How to fight the Tea party

Any one who knows history knows that the semi Libertarian/ tea party agenda has already been tried in this country. It was called the 19th century and it was bad enough that our nation united to pass the Progressive legislation that gave us child-labor laws, inspected food ( how ever imperfectly) and what Natural , protected land as exists in our national parks and monuments. We had an activist Supreme Court that struck down any law passed that helped workers until Roosevelt forced some sense into it with his court packing plan. Would the Tea activist argue it was better then? I think for women, Blacks, First Nations and anyone who worked 18 hours a day in the factories with no safety net if one got injured, it was maybe not the good old days.

Tuesday, May 4, 2010

One fundamental divide

I am always interested in the deeper assumptions that inform ideology. One i have noticed is an attitude toward killing. The left either has the illusion that violence is not a fundamental form of human communication or ( this was more true in the USA in the 20th Cent) deaths can be excused if they are part of a struggle for liberation or a struggle to make the world more equitable.

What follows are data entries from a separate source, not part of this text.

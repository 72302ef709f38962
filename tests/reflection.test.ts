import { describe, expect, it } from 'vitest';
import {
  HushInputError,
  reflection,
  reflectionAtWavenumber,
  discreteWavenumber,
  sigmaOpt,
  sigmaOptNorm,
  cpmlCoefficients,
  resolveDesign,
  continuousReflection,
  ETA0,
} from '../src/physics';

describe('σ_opt', () => {
  it('is 0.8(m+1)/(η₀Δ√ε_r) (Taflove & Hagness, 3rd ed., ch. 7; Gedney 1996)', () => {
    // Δ = 10 nm, m = 3, n = 1.5: 0.8·4/(376.73·1e-8·1.5)
    expect(sigmaOpt(3, 1e-8, 1.5)).toBeCloseTo(3.2 / (ETA0 * 1e-8 * 1.5), 6);
    expect(sigmaOptNorm(3)).toBeCloseTo(3.2, 15);
  });
  it('≈ (m+1)/(150π·Δ·√ε_r), the form quoted alongside it (Taflove & Hagness, 3rd ed., ch. 7): within 0.1 %', () => {
    const d = 1e-3;
    expect(sigmaOpt(4, d, 2) / (5 / (150 * Math.PI * d * 2))).toBeCloseTo(1, 2);
  });
  it('gives R(0) = e^{−1.6·N} in continuous theory (derived, physics.md §2)', () => {
    for (const N of [4, 10, 17]) {
      const r = reflection({ layers: N, order: 3 }, { ppw: 30 });
      expect(r.continuous).toBeCloseTo(Math.exp(-1.6 * N), 12);
    }
  });
});

describe('continuous-theory formula', () => {
  it('R(θ) = exp(−2nη₀σ_max d cosθ/(m+1)) (Taflove & Hagness, 3rd ed., ch. 7)', () => {
    const d = resolveDesign({ layers: 8, order: 2, strength: 0.7 });
    const sigmaNorm = 0.7 * 0.8 * 3; // σ_max·η₀·Δ·n
    const expected = Math.exp((-2 * sigmaNorm * 8 * Math.cos(Math.PI / 6)) / 3);
    expect(continuousReflection(d, 20, 30)).toBeCloseTo(expected, 14);
  });
  it('geometric grading follows exp(−2nη₀σ₀Δ(g^N − 1)cosθ/ln g) (physics.md §2) and is normalised like σ_opt', () => {
    const d = resolveDesign({ layers: 10, order: 3, grading: 'geometric', geometricRatio: 1.5 });
    expect(continuousReflection(d, 20, 0)).toBeCloseTo(Math.exp(-16), 14);
  });
  it('with a CFS α the numeric integral reduces to the closed form as α → 0 (derived)', () => {
    const a = resolveDesign({ layers: 10, order: 3, alphaMaxNorm: 1e-9 });
    const b = resolveDesign({ layers: 10, order: 3 });
    expect(continuousReflection(a, 20, 10) / continuousReflection(b, 20, 10)).toBeCloseTo(1, 8);
  });
});

describe('exact discrete reflection', () => {
  it('worked example: 12 layers, m = 3, σ_opt, 20 cells/λ, default Courant', () => {
    const r = reflection({ layers: 12, order: 3 }, { ppw: 20 });
    expect(r.amplitude).toBeCloseTo(1.612019089787947e-5, 18);
  });
  it('at σ_opt and 20 cells/λ: about 10 % with 2 layers and about 1e-5 with 12 (common practice)', () => {
    const two = reflection({ layers: 2, order: 3 }, { ppw: 20 }).amplitude;
    const twelve = reflection({ layers: 12, order: 3 }, { ppw: 20 }).amplitude;
    expect(two).toBeGreaterThan(0.03);
    expect(two).toBeLessThan(0.3);
    expect(twelve).toBeGreaterThan(3e-6);
    expect(twelve).toBeLessThan(3e-5);
  });
  it('for 12 layers the reflection stays within a small factor (< 3) from 0° to 40° (common practice)', () => {
    const vals = [0, 10, 20, 30, 40].map((a) => reflection({ layers: 12, order: 3 }, { ppw: 20, angleDeg: a }).amplitude);
    expect(Math.max(...vals) / Math.min(...vals)).toBeLessThan(3);
  });
  it('is 10–1000× worse than the continuous formula at realistic thickness (physics.md §2)', () => {
    for (const N of [8, 10, 12]) {
      const r = reflection({ layers: N, order: 3 }, { ppw: 20 });
      const ratio = r.amplitude / r.continuous;
      expect(ratio).toBeGreaterThan(10);
    }
  });
  it('with weak, smooth grading approaches the continuous formula as N grows (Taflove & Hagness, 3rd ed., ch. 7; Oskooi et al. 2008)', () => {
    // Fixed continuous round trip R = 1e-2, so σ_max falls as 1/N and the grading gets smoother.
    const ratios = [16, 32, 64, 128].map((N) => {
      const r = reflection({ layers: N, order: 2, strength: Math.log(100) / (1.6 * N) }, { ppw: 40 });
      return r.amplitude / r.continuous;
    });
    for (let i = 1; i < ratios.length; i++) expect(Math.abs(1 - ratios[i])).toBeLessThan(Math.abs(1 - ratios[i - 1]));
    expect(ratios[3]).toBeGreaterThan(0.93);
    expect(ratios[3]).toBeLessThan(1.07);
  });
  it('at fixed round-trip attenuation falls as N^−(m+1) (Oskooi, Zhang & Johnson, Opt. Express 16, 11376 (2008))', () => {
    for (const m of [2, 3, 4]) {
      const amp = (N: number) => reflection({ layers: N, order: m, strength: Math.log(1e20) / (1.6 * N) }, { ppw: 20 }).amplitude;
      const slope = Math.log(amp(80) / amp(40)) / Math.log(2);
      expect(slope).toBeCloseTo(-(m + 1), 1);
    }
  });
  it('depends on the background only through S/n and the medium wavelength (derived, physics.md §3)', () => {
    const a = reflection({ layers: 8, order: 3 }, { ppw: 15, courant: 0.5, index: 2, angleDeg: 20 });
    const b = reflection({ layers: 8, order: 3 }, { ppw: 15, courant: 0.25, index: 1, angleDeg: 20 });
    expect(a.amplitude).toBeCloseTo(b.amplitude, 15);
  });
  it('angle form and wavenumber form agree (derived: k_t = |k̃| sin θ)', () => {
    const S = 0.5;
    const q = discreteWavenumber(18, S, 35);
    const kt = q * Math.sin((35 * Math.PI) / 180);
    const a = reflection({ layers: 6, order: 2, kappaMax: 3 }, { ppw: 18, courant: S, dimensions: 2, angleDeg: 35 });
    const b = reflectionAtWavenumber({ layers: 6, order: 2, kappaMax: 3 }, (2 * Math.PI * S) / 18, kt, S);
    expect(b.amplitude).toBeCloseTo(a.amplitude, 14);
  });
  it('has no grading reflection when σ = 0 and κ = 1: the bare conductor reflects fully (derived)', () => {
    const r = reflection({ layers: 5, order: 3, strength: 1e-12 }, { ppw: 20 });
    expect(r.amplitude).toBeCloseTo(1, 9);
  });
  it('stays finite for very thick, strong absorbers (rescaled shooting)', () => {
    const r = reflection({ layers: 200, order: 3, strength: 20 }, { ppw: 20 });
    expect(Number.isFinite(r.amplitude)).toBe(true);
    expect(r.amplitude).toBeLessThan(1);
  });
  it('CPML coefficients: b = exp(−(σ/κ+α)Δt/ε₀), a = σ(b−1)/(σκ+κ²α) (Roden & Gedney 2000)', () => {
    const d = resolveDesign({ layers: 4, order: 2, kappaMax: 3, alphaMaxNorm: 0.2 });
    const S = 0.5;
    const c = cpmlCoefficients(d, S);
    const u = 0.75; // E node at depth 3
    const sigma = 2.4 * u * u;
    const kappa = 1 + 2 * u * u;
    const alpha = 0.2 * (1 - u);
    const b = Math.exp(-(sigma / kappa + alpha) * S);
    expect(c.eB[3]).toBeCloseTo(b, 15);
    expect(c.eA[3]).toBeCloseTo((sigma * (b - 1)) / (sigma * kappa + kappa * kappa * alpha), 15);
    expect(c.eInvKappa[3]).toBeCloseTo(1 / kappa, 15);
    expect(c.eA[0]).toBe(0);
  });
});

describe('bad inputs throw typed errors with specific messages', () => {
  const ok = { layers: 8, order: 3 };
  const cases: [string, () => unknown, RegExp][] = [
    ['N < 1', () => reflection({ layers: 0, order: 3 }, { ppw: 20 }), /layers must be a whole number from 1 to 200 \(got 0\)/],
    ['fractional N', () => reflection({ layers: 2.5, order: 3 }, { ppw: 20 }), /layers must be a whole number/],
    ['NaN order', () => reflection({ layers: 4, order: NaN }, { ppw: 20 }), /grading order must be a finite number \(got NaN\)/],
    ['ppw below limit', () => reflection(ok, { ppw: 2.5 }), /cells per wavelength must be more than 2\.95/],
    ['Courant above limit', () => reflection(ok, { ppw: 20, courant: 0.6 }), /above the 3-D stability limit/],
    ['Courant above 2-D limit', () => reflection(ok, { ppw: 20, courant: 0.75, dimensions: 2 }), /2-D stability limit/],
    ['angle 90', () => reflection(ok, { ppw: 20, angleDeg: 90 }), /angle must be at least 0 and less than 90 degrees/],
    ['negative angle', () => reflection(ok, { ppw: 20, angleDeg: -5 }), /angle must be at least 0/],
    ['NaN ppw', () => reflection(ok, { ppw: NaN }), /cells per wavelength must be a finite number/],
    ['index < 1', () => reflection(ok, { ppw: 20, index: 0.5 }), /background index must be at least 1/],
    ['kappa < 1', () => reflection({ layers: 4, order: 3, kappaMax: 0.5 }, { ppw: 20 }), /kappa max must be at least 1/],
    ['strength 0', () => reflection({ layers: 4, order: 3, strength: 0 }, { ppw: 20 }), /strength must be greater than 0/],
    ['1-D oblique', () => reflection(ok, { ppw: 20, courant: 0.9, dimensions: 1, angleDeg: 10 }), /1-D grid has normal incidence only/],
    ['string layers', () => reflection({ layers: '8' as unknown as number, order: 3 }, { ppw: 20 }), /layers must be a finite number \(got "8"\)/],
  ];
  for (const [name, f, msg] of cases) {
    it(name, () => {
      expect(f).toThrow(HushInputError);
      expect(f).toThrow(msg);
    });
  }
});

The Right seems to think that these motivations are among the worst. Until the rise of Bush II Rightism was anti-utopian. Deaths occurring in the pursuit of national glory or profit are acceptable collateral damage. Death from a struggle for liberation ( excepting of course the bourgeois revolution of the US) is dangerous and sinful. The attitudes of the Left toward violence would make a good study, though the first obstacle is definition: who is Left. the Right seems to have fewer conflicts about which deaths are acceptable.